[Start of section]

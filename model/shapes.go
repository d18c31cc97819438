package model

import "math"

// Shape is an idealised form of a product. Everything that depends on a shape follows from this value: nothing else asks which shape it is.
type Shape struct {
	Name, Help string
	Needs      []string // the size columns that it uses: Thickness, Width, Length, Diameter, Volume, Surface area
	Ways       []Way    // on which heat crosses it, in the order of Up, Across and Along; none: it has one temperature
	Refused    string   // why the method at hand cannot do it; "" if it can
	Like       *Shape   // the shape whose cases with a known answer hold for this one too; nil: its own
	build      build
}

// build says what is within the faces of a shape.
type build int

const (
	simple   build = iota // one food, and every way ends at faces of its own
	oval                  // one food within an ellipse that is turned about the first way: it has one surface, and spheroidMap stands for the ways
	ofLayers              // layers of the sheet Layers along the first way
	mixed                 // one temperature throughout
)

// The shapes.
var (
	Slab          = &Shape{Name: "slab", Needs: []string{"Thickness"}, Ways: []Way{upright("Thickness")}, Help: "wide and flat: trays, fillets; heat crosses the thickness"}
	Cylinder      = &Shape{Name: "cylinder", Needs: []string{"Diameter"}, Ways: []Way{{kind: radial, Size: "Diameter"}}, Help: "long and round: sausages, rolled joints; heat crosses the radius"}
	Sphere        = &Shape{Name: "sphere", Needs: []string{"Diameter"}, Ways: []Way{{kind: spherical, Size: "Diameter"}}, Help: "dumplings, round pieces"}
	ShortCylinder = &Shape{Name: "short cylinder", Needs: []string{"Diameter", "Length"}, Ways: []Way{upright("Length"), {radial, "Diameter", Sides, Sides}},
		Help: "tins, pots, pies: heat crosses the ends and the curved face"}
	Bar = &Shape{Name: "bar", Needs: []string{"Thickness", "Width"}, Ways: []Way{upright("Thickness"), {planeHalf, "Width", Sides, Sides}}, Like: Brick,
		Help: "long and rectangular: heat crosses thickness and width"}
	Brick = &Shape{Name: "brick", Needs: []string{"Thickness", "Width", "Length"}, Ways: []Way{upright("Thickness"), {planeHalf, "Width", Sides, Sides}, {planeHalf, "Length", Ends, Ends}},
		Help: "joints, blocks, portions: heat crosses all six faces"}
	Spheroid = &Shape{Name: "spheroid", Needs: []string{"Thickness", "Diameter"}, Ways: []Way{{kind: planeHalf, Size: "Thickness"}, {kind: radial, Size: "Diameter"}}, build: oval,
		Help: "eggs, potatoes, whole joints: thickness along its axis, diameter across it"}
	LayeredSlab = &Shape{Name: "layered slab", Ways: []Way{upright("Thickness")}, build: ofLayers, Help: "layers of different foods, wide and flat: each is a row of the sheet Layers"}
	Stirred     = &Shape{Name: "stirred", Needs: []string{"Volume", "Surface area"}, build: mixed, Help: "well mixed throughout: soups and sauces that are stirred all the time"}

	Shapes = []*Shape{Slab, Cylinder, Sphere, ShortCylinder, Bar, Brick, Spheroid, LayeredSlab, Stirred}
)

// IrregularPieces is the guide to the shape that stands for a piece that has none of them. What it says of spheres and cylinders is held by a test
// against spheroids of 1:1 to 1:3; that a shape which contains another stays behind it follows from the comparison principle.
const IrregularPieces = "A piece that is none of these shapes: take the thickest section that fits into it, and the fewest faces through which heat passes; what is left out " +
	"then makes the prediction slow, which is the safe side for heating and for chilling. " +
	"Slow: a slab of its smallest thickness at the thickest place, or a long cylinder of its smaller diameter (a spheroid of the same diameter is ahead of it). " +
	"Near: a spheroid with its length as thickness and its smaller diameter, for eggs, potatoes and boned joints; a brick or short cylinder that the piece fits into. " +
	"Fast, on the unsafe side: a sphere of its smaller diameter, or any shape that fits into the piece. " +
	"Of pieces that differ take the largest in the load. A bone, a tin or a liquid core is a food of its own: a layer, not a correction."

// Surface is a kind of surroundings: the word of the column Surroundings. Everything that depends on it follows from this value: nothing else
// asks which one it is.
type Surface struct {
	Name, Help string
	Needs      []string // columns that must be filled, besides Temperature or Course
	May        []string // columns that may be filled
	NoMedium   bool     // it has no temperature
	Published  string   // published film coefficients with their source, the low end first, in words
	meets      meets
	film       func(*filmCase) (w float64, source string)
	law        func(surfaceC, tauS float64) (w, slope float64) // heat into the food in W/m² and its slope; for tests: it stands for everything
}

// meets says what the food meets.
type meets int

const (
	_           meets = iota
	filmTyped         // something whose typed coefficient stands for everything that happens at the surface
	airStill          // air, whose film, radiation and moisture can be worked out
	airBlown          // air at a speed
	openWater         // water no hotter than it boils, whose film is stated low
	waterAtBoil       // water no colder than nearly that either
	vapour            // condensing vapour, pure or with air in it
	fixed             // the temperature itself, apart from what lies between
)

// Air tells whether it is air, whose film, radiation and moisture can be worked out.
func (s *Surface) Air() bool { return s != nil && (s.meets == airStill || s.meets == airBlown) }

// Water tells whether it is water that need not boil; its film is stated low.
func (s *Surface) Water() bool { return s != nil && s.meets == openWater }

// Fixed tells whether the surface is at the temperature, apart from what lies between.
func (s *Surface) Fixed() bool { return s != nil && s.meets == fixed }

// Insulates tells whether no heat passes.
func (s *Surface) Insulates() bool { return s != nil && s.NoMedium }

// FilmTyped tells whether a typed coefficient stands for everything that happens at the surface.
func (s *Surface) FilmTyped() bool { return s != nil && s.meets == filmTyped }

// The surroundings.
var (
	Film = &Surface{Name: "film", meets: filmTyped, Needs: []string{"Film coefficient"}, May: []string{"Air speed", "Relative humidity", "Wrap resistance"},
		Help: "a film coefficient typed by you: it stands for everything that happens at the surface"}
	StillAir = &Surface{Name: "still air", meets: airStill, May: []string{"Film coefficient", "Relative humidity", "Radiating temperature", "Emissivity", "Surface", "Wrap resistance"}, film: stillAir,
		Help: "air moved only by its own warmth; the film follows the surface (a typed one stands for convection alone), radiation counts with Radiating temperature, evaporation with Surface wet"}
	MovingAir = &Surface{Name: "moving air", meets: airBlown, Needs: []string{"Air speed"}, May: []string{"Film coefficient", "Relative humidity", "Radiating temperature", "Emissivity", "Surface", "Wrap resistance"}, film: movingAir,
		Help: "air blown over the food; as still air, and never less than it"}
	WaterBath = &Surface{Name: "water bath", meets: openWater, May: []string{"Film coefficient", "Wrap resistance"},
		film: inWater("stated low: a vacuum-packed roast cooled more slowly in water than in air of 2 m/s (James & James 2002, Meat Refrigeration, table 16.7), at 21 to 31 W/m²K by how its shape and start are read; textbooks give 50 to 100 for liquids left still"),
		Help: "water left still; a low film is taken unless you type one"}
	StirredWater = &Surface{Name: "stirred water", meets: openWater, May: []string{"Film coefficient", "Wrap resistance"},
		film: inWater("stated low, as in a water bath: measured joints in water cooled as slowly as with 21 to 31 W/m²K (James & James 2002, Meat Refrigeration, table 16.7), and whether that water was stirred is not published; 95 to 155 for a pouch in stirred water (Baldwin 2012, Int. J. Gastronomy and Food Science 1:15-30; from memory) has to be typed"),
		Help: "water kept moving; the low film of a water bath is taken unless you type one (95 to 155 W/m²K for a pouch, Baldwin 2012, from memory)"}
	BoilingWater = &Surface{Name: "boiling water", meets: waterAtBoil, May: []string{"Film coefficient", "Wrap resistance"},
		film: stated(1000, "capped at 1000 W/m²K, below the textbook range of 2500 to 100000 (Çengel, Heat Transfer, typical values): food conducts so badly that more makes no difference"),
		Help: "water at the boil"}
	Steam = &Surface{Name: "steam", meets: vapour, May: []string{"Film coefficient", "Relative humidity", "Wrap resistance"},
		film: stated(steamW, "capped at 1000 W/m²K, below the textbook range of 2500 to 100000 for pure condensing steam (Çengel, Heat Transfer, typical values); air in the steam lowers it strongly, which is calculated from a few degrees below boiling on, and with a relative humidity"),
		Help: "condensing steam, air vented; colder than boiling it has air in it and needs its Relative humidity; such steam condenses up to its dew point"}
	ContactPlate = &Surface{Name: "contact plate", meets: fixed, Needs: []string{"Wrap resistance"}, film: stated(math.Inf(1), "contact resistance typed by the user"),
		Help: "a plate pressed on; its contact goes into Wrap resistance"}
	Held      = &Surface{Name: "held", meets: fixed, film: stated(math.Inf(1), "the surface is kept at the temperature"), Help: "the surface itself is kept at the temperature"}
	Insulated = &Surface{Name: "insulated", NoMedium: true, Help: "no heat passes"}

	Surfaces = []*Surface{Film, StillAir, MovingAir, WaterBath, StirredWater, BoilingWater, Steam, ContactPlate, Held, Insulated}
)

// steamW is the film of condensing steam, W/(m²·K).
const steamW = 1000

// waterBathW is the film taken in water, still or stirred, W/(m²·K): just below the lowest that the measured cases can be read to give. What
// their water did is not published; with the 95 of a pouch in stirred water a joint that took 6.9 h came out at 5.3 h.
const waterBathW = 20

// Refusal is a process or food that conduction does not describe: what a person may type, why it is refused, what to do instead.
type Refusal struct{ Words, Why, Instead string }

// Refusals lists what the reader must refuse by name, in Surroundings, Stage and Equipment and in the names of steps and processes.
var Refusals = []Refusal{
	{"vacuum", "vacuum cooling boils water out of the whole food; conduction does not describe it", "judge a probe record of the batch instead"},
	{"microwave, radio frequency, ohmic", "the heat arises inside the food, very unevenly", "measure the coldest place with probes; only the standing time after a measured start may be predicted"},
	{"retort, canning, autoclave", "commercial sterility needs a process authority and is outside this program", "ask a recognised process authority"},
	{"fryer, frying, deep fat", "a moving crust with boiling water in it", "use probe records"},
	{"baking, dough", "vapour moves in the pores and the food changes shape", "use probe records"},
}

[End of section]

WHAT TO DO:
Here the job is to set down exactly the lines of the material above that fall between the one with "low: a vacuum-packed" and the one with "water bath: measured", inclusive, and nothing beyond them.

THE COMPLETED TASK:
		film: inWater("stated low: a vacuum-packed roast cooled more slowly in water than in air of 2 m/s (James & James 2002, Meat Refrigeration, table 16.7), at 21 to 31 W/m²K by how its shape and start are read; textbooks give 50 to 100 for liquids left still"),
		Help: "water left still; a low film is taken unless you type one"}
	StirredWater = &Surface{Name: "stirred water", meets: openWater, May: []string{"Film coefficient", "Wrap resistance"},
		film: inWater("stated low, as in a water bath: measured joints in water cooled as slowly as with 21 to 31 W/m²K (James & James 2002, Meat Refrigeration, table 16.7), and whether that water was stirred is not published; 95 to 155 for a pouch in stirred water (Baldwin 2012, Int. J. Gastronomy and Food Science 1:15-30; from memory) has to be typed"),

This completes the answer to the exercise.